*Work to be completed*:
Exactly the lines below from the one with "shown else head" up to and including the one with "return rates" make up the answer, with nothing else added.
#####
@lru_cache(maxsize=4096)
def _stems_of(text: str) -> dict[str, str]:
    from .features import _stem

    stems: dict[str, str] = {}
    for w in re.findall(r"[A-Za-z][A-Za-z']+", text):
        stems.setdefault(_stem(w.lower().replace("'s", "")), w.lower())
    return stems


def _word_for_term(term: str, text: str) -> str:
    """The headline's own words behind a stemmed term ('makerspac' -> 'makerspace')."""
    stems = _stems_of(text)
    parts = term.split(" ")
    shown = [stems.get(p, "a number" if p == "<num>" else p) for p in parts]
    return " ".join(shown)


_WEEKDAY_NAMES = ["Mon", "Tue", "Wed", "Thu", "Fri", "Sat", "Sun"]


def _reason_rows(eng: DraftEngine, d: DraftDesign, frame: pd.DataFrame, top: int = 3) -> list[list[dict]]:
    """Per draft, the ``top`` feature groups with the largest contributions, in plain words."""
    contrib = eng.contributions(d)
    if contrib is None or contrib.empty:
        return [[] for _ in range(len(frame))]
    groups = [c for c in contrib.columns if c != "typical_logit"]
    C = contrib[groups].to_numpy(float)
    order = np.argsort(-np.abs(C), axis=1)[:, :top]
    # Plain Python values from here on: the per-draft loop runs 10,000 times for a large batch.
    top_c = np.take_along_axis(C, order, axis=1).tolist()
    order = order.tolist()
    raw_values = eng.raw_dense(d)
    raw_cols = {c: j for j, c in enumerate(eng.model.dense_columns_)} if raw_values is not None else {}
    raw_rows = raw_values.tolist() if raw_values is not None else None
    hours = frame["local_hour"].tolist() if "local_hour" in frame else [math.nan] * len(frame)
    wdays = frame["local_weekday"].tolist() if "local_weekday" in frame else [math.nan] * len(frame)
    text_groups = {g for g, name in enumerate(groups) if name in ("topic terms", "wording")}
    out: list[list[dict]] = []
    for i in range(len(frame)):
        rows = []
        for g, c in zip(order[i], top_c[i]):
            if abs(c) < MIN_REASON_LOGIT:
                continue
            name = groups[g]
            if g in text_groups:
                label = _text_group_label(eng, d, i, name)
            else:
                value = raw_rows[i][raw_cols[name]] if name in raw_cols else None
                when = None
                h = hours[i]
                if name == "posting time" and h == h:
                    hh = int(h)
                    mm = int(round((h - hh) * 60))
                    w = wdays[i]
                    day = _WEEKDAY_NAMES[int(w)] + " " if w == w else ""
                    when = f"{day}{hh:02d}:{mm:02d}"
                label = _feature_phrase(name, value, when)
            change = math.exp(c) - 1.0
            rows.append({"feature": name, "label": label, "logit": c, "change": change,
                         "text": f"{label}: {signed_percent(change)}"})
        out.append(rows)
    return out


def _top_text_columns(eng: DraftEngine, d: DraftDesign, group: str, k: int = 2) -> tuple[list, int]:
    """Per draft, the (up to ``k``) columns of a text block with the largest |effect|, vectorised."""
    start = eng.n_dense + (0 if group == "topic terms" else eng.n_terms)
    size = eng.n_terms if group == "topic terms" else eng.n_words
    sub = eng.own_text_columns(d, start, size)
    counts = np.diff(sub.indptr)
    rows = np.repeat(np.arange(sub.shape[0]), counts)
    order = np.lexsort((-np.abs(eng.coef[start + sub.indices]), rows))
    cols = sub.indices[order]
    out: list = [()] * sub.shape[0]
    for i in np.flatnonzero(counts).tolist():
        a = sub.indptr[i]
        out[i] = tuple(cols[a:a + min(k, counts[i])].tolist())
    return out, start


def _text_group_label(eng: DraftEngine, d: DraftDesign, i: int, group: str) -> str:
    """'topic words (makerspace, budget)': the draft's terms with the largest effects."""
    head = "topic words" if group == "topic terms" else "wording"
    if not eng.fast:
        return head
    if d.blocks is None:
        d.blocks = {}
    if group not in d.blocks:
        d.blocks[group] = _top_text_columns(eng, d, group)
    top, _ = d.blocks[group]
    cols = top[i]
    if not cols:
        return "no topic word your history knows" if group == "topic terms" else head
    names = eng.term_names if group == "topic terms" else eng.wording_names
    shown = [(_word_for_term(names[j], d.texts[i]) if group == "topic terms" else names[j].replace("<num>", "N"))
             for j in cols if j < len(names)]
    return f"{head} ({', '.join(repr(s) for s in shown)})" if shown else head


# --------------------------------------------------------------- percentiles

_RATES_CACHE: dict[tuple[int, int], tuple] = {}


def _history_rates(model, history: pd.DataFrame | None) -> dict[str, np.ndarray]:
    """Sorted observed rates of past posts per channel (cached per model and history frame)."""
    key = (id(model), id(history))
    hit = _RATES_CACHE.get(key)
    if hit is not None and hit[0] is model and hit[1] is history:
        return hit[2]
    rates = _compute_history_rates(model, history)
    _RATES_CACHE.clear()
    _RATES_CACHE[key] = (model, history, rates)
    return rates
#####
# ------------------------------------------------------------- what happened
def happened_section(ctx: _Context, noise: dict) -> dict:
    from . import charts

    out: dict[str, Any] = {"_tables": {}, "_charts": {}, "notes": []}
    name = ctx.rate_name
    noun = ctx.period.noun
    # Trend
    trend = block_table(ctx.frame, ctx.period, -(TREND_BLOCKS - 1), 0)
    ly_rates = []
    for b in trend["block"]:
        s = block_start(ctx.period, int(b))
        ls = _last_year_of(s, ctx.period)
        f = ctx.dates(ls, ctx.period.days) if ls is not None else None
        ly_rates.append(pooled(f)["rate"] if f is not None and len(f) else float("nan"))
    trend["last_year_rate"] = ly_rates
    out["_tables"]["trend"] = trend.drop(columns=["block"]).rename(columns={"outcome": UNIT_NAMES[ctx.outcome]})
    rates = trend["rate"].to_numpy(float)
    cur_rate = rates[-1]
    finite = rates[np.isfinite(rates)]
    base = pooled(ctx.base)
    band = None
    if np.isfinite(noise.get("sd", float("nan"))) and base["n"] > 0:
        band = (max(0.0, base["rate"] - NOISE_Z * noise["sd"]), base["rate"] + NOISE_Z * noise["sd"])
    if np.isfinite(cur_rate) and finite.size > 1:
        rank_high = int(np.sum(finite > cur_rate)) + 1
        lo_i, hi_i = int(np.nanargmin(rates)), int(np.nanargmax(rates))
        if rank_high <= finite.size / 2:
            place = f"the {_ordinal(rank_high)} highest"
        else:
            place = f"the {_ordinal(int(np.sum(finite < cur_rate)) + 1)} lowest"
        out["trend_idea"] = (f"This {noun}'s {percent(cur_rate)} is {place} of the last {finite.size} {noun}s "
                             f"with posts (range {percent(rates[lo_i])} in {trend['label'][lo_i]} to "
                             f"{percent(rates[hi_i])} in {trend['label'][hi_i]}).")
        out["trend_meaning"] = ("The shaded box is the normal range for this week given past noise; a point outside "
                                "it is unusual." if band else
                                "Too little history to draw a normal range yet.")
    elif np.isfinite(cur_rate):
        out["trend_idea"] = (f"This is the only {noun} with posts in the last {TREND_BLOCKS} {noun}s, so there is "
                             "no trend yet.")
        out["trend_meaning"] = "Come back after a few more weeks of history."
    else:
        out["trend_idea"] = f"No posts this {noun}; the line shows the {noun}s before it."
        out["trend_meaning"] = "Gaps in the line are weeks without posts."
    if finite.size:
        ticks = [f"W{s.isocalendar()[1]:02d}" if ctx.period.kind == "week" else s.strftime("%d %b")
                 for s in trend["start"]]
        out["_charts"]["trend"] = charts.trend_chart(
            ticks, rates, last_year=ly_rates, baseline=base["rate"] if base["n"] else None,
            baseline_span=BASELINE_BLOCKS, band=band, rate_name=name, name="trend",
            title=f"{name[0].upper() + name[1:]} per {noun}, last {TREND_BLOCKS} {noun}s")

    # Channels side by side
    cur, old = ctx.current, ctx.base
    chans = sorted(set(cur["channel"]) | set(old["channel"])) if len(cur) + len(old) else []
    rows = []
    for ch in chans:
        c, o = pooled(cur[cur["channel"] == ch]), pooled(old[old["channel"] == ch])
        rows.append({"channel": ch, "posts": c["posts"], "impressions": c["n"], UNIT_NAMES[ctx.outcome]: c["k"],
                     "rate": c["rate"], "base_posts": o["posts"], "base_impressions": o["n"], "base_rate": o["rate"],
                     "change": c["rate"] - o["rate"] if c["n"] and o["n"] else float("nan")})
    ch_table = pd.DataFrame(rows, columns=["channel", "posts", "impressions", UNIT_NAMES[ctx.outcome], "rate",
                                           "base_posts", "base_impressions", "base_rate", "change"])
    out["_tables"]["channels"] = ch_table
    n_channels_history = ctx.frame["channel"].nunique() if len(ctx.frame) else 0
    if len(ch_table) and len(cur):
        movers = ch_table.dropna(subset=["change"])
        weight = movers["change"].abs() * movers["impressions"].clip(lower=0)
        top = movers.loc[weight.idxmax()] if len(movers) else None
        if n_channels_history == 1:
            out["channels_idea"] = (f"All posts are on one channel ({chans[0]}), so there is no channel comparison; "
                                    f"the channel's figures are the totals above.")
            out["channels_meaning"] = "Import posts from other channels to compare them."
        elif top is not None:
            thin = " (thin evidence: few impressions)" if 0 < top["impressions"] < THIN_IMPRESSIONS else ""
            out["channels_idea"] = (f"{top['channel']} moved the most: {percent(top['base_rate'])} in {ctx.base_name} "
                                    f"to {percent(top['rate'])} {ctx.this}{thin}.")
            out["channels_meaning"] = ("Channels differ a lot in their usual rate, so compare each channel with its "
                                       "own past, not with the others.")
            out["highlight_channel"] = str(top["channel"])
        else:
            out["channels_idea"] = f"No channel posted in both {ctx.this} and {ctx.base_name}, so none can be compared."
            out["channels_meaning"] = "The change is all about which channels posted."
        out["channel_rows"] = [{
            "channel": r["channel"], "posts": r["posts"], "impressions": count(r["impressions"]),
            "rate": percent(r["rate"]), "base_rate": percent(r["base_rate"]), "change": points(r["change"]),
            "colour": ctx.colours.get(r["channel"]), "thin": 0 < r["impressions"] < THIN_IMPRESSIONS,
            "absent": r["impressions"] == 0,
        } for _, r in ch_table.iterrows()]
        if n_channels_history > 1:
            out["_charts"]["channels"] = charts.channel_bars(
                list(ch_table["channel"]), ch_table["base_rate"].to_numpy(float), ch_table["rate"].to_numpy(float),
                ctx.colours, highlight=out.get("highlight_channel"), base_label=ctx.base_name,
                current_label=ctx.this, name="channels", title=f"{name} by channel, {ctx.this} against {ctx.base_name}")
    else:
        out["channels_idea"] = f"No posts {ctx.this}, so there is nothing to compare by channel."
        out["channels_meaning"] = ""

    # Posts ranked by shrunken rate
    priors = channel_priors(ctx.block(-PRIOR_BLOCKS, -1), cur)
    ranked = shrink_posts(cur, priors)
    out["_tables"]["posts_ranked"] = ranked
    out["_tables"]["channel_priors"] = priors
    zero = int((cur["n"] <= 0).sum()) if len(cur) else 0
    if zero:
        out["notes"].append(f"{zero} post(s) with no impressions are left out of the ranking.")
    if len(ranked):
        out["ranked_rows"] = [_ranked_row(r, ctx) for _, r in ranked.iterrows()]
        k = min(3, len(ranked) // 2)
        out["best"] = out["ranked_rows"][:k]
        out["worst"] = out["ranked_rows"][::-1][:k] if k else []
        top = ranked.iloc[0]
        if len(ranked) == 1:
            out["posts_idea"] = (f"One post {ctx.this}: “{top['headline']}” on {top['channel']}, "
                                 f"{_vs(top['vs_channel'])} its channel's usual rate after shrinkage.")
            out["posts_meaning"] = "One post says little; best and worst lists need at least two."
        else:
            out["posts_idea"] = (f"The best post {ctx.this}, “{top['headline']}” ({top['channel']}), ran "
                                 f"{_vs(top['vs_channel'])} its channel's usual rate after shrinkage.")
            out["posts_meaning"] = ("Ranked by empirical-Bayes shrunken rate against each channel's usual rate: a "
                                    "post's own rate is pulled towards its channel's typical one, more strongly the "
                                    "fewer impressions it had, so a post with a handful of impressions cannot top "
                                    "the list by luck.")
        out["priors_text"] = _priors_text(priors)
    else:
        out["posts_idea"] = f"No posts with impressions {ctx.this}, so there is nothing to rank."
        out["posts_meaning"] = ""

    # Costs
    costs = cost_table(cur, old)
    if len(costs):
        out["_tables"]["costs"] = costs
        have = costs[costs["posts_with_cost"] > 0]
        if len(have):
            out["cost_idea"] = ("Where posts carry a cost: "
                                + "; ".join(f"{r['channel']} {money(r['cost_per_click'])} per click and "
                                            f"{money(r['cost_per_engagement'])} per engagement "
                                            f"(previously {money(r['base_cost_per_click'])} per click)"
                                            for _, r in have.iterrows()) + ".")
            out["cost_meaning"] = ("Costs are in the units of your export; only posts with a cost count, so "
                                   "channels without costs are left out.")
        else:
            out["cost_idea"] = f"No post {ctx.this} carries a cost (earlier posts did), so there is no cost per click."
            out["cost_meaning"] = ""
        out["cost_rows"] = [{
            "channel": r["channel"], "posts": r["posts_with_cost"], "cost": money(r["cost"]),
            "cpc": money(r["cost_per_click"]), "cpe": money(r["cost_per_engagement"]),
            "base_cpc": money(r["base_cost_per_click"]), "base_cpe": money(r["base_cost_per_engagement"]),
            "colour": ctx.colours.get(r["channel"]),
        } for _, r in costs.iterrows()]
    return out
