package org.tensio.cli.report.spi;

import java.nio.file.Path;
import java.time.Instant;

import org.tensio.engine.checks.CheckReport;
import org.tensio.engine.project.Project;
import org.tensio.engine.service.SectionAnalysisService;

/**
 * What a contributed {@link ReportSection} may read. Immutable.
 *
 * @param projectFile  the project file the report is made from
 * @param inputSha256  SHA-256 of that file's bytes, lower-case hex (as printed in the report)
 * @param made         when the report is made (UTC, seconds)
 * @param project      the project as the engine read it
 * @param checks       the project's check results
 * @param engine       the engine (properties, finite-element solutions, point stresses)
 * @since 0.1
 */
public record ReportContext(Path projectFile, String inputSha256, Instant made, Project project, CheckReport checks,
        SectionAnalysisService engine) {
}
#####
*Response area*:
    return f"{head} ({', '.join(repr(s) for s in shown)})" if shown else head


# --------------------------------------------------------------- percentiles

_RATES_CACHE: dict[tuple[int, int], tuple] = {}


def _history_rates(model, history: pd.DataFrame | None) -> dict[str, np.ndarray]:
    """Sorted observed rates of past posts per channel (cached per model and history frame)."""
    key = (id(model), id(history))
    hit = _RATES_CACHE.get(key)
    if hit is not None and hit[0] is model and hit[1] is history:
        return hit[2]
    rates = _compute_history_rates(model, history)
    _RATES_CACHE.clear()
    _RATES_CACHE[key] = (model, history, rates)
    return rates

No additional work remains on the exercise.